[Stored data]

-------------------------

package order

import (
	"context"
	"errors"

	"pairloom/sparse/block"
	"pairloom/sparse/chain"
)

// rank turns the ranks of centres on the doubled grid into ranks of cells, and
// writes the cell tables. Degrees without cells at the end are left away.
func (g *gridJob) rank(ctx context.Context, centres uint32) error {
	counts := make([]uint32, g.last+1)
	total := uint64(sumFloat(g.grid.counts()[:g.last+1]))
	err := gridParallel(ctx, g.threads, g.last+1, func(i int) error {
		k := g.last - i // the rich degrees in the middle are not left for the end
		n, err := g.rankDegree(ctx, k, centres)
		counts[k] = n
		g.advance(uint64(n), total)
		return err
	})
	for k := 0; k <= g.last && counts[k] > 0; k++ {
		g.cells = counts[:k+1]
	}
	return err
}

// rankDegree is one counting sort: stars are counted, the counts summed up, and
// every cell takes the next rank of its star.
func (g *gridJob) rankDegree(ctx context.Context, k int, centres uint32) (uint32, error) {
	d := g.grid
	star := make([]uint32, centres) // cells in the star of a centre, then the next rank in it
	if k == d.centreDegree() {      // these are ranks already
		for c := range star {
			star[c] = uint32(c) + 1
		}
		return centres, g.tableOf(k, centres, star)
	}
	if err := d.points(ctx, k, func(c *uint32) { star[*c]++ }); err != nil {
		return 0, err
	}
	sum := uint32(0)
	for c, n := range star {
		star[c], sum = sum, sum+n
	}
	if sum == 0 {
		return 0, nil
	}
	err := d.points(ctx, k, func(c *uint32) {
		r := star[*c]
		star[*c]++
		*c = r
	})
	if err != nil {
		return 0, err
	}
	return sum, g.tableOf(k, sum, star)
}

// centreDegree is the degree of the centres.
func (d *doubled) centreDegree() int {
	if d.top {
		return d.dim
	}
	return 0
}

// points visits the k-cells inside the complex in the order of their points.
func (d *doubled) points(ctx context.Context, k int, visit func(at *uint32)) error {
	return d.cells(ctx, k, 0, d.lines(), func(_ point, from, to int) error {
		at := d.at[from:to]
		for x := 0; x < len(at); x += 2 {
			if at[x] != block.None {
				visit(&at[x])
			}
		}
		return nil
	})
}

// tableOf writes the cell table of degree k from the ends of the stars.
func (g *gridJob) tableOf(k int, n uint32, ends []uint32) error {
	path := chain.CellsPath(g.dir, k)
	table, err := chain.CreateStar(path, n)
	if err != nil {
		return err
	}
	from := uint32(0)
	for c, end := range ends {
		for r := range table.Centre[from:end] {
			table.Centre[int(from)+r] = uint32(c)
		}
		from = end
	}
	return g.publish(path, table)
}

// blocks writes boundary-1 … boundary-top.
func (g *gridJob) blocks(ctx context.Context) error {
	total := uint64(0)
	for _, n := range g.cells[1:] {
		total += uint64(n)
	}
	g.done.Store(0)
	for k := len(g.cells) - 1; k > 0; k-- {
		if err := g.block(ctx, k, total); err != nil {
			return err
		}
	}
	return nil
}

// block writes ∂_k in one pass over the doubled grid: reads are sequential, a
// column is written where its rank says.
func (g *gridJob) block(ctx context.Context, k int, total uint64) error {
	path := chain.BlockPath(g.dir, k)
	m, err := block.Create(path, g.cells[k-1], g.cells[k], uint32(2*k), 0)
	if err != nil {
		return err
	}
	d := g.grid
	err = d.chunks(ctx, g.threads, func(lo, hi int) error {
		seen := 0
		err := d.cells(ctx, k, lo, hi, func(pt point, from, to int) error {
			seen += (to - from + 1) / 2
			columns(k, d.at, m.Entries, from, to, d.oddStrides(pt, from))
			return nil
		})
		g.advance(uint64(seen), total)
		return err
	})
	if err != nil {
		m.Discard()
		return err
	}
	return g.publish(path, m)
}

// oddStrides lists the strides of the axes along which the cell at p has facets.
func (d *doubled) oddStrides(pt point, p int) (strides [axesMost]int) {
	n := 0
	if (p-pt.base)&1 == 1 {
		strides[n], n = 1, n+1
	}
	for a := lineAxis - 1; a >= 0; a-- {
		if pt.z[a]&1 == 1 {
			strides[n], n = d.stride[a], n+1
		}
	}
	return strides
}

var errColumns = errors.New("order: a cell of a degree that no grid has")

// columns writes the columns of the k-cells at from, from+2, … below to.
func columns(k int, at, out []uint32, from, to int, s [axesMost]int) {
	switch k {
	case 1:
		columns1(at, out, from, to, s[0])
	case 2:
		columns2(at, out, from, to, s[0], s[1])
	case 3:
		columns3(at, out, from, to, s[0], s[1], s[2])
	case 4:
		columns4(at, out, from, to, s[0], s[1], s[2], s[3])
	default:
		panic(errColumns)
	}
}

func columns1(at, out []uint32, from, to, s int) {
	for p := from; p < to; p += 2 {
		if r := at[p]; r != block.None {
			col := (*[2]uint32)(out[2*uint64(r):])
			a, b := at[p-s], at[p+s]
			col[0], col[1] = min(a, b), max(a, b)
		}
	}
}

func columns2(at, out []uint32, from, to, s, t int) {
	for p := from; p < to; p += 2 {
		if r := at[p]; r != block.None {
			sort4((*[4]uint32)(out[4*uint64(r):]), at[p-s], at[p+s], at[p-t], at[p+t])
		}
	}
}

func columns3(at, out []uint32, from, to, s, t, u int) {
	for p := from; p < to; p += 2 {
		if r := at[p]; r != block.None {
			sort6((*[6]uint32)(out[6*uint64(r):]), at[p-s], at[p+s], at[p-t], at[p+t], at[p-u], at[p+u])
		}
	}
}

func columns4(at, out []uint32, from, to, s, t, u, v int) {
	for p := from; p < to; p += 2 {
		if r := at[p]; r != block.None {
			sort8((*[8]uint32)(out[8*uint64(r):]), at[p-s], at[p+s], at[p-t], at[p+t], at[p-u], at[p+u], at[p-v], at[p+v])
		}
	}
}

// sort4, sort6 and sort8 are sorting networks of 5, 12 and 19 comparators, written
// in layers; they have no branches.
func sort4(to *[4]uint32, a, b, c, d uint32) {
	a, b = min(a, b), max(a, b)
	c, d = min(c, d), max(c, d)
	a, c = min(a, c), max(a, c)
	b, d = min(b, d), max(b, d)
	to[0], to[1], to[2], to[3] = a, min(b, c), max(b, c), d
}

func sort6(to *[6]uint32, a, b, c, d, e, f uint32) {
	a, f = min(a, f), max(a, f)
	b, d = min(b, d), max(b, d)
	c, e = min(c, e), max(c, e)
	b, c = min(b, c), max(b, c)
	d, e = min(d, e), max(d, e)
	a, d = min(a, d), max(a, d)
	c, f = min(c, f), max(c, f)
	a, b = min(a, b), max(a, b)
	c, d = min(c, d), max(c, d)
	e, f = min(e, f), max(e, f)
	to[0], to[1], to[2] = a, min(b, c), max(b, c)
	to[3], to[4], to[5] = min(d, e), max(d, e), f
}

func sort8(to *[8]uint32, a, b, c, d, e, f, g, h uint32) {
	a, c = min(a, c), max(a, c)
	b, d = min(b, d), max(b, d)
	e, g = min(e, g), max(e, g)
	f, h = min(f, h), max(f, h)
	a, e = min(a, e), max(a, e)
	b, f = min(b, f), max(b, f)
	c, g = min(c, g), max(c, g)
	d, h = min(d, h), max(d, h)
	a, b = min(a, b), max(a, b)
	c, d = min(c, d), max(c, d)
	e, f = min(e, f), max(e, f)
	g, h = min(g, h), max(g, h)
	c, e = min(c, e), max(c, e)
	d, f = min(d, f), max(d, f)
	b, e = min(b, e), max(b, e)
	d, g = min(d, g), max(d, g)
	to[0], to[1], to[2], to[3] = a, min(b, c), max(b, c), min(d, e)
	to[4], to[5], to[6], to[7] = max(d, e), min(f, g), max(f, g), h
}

-------------------------

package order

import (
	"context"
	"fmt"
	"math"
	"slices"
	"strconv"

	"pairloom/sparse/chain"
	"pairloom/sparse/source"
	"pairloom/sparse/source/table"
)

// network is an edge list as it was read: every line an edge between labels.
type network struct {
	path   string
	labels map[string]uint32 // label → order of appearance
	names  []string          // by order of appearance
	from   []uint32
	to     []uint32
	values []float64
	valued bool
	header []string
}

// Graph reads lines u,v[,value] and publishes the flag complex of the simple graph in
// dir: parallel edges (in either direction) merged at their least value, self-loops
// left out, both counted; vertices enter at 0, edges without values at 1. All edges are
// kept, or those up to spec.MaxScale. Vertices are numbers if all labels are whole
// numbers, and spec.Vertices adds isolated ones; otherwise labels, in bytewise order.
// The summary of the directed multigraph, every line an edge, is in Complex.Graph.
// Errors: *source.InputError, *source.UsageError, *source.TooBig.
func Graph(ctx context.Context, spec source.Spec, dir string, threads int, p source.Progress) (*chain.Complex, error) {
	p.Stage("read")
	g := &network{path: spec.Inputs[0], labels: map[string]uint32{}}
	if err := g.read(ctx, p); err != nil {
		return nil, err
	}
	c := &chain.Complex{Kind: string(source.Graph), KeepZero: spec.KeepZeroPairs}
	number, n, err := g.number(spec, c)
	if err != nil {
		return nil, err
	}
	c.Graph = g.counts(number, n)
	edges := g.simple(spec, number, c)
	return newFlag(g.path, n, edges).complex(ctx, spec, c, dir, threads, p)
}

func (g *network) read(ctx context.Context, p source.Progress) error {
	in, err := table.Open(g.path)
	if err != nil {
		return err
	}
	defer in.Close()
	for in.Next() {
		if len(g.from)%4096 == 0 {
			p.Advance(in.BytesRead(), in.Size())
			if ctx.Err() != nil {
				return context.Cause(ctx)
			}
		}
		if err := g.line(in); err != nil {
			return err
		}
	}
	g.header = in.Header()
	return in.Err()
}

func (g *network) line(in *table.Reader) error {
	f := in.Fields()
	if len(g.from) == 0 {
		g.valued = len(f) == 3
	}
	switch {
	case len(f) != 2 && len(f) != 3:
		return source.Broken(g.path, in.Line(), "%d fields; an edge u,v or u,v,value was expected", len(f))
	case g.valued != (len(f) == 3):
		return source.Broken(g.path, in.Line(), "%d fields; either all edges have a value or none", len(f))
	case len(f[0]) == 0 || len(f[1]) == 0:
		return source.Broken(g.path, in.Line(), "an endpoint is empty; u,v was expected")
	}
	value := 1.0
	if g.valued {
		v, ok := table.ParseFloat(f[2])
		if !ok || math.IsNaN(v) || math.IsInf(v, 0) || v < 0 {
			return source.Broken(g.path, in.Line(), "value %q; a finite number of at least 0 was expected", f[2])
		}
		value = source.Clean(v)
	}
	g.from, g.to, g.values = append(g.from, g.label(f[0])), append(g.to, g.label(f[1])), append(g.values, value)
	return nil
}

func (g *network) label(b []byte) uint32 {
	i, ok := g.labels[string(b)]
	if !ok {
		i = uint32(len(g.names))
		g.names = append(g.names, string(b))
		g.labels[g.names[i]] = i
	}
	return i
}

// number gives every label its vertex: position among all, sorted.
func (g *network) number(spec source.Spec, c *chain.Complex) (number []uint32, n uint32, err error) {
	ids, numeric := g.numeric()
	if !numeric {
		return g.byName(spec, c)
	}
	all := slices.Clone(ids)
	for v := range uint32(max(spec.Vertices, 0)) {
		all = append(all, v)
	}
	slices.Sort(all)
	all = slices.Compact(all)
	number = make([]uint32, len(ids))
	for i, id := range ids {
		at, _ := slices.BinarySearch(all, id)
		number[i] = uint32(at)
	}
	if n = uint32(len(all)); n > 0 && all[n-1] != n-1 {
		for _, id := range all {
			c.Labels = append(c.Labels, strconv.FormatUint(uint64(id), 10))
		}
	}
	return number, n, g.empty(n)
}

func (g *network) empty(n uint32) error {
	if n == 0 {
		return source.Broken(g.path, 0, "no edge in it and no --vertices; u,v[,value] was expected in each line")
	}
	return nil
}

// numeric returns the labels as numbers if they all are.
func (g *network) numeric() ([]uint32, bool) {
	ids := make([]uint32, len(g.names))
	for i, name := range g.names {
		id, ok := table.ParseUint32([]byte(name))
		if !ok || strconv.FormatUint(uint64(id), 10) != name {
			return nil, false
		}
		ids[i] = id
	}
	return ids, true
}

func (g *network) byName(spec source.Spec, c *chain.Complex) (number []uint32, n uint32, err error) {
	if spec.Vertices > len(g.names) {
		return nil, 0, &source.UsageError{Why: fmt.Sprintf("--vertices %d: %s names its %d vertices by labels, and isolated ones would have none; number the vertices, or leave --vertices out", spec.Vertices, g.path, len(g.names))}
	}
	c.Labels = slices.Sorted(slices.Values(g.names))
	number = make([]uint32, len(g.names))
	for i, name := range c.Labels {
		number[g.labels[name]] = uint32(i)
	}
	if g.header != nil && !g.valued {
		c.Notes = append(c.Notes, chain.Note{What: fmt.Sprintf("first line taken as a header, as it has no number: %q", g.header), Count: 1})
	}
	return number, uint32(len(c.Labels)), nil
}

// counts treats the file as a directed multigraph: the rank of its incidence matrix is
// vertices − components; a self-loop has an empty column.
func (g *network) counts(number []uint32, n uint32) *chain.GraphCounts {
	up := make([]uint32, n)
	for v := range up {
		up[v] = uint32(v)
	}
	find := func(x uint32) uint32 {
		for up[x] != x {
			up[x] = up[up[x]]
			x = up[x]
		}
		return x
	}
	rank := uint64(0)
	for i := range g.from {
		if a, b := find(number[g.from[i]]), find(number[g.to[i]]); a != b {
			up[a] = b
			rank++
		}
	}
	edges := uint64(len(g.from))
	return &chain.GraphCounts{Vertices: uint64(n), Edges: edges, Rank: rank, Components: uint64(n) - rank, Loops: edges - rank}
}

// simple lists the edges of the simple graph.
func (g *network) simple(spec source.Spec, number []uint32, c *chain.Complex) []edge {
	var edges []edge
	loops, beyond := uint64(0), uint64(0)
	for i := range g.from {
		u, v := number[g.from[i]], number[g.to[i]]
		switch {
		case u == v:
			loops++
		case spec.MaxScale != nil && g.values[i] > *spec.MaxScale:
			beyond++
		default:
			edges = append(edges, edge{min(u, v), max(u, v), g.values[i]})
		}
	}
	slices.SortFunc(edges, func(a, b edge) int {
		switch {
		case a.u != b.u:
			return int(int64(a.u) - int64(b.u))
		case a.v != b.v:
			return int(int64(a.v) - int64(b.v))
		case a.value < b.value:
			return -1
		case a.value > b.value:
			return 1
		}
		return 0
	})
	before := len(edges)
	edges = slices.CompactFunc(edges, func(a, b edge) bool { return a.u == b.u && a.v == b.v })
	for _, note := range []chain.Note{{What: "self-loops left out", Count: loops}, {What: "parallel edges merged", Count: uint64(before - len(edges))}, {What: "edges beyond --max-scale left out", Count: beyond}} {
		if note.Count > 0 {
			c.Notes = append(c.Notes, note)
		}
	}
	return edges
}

-------------------------

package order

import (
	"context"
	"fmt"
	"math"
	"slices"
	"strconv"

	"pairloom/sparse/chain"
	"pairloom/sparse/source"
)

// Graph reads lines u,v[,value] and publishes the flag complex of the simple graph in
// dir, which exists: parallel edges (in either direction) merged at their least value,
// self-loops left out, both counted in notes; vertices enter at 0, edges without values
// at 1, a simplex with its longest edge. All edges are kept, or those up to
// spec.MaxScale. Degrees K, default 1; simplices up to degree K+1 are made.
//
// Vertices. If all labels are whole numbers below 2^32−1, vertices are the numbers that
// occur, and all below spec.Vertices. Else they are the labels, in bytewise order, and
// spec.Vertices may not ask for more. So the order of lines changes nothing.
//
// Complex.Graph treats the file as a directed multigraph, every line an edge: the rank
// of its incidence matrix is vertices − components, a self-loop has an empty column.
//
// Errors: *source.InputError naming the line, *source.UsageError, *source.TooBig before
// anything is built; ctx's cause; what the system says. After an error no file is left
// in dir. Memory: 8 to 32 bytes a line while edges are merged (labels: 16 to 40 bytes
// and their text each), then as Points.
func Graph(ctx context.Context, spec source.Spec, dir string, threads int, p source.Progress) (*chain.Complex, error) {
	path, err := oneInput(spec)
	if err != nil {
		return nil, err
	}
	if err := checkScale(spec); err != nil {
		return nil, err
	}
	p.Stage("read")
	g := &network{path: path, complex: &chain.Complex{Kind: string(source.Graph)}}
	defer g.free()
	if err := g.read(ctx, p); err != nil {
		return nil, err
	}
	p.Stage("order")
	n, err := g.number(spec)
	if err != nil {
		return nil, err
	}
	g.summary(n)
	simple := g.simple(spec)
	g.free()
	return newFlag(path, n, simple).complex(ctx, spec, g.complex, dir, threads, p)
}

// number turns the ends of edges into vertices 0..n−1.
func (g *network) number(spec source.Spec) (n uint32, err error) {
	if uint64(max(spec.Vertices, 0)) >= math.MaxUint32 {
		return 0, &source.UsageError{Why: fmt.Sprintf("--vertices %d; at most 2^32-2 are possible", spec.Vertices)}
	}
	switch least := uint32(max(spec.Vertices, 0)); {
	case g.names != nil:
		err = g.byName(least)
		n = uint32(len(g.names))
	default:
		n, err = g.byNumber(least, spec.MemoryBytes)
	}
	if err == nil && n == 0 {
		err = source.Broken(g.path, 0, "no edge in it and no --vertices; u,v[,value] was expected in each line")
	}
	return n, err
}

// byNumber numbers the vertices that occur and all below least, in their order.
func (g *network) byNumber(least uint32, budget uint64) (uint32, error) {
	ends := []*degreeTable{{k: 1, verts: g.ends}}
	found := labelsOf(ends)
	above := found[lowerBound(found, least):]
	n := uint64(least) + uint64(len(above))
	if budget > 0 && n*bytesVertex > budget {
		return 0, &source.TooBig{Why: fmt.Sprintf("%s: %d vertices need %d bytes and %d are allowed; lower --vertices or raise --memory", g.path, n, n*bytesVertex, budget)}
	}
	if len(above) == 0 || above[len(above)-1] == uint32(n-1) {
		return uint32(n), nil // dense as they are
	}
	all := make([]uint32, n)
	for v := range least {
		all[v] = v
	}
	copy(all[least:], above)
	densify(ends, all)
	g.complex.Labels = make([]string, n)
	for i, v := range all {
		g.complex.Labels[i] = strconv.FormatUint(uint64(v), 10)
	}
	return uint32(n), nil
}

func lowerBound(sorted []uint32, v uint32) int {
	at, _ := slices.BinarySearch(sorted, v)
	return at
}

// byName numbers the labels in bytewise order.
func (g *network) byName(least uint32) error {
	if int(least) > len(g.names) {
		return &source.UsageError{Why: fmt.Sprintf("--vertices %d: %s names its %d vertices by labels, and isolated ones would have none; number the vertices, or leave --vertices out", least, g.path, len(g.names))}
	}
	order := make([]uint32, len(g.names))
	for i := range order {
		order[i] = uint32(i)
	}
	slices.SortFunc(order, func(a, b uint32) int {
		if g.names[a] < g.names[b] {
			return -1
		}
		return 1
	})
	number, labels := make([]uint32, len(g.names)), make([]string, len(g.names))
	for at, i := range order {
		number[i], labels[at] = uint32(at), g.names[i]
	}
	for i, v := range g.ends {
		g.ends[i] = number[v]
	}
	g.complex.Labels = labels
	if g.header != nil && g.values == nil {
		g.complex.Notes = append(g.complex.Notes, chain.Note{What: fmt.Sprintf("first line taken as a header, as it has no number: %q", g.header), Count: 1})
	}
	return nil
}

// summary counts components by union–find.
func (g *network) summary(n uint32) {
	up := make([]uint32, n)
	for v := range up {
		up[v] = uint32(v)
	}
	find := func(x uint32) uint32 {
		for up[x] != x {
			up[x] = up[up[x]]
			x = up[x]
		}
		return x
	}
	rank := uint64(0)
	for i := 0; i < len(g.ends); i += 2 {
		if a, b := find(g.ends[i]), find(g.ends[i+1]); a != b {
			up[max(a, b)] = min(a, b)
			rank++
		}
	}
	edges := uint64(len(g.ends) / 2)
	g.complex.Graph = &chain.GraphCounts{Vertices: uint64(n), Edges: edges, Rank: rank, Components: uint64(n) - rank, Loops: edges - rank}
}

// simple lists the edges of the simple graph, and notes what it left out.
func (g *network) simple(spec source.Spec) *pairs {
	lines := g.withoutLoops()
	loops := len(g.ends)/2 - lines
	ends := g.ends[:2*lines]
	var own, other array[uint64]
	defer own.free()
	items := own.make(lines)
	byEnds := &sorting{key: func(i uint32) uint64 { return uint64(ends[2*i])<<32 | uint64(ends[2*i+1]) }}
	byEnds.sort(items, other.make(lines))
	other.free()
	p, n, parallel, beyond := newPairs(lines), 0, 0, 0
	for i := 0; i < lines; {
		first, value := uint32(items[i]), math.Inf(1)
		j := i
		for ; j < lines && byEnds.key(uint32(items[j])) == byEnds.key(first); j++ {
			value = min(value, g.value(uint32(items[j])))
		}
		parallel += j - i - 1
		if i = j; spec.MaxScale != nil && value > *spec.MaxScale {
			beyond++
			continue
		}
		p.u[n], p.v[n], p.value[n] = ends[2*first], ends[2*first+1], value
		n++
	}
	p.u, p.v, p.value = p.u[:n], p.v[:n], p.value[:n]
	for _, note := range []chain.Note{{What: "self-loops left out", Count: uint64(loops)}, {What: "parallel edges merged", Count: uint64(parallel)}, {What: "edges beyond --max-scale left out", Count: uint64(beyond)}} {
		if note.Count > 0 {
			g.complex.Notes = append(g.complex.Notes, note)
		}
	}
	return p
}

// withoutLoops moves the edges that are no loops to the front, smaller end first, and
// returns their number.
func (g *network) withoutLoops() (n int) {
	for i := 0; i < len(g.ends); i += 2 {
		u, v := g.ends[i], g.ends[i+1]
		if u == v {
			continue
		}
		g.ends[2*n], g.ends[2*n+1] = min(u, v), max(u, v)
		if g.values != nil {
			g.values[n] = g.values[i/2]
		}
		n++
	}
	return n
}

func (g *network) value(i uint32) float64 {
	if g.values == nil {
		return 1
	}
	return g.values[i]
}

-------------------------

Description of the task: Each line above from the one with "among all, sorted." up to and including the one with "if n = uint32(len(all));" must be set down exactly, and no line outside that span may appear.

Answer:
// number gives every label its vertex: position among all, sorted.
func (g *network) number(spec source.Spec, c *chain.Complex) (number []uint32, n uint32, err error) {
	ids, numeric := g.numeric()
	if !numeric {
		return g.byName(spec, c)
	}
	all := slices.Clone(ids)
	for v := range uint32(max(spec.Vertices, 0)) {
		all = append(all, v)
	}
	slices.Sort(all)
	all = slices.Compact(all)
	number = make([]uint32, len(ids))
	for i, id := range ids {
		at, _ := slices.BinarySearch(all, id)
		number[i] = uint32(at)
	}
	if n = uint32(len(all)); n > 0 && all[n-1] != n-1 {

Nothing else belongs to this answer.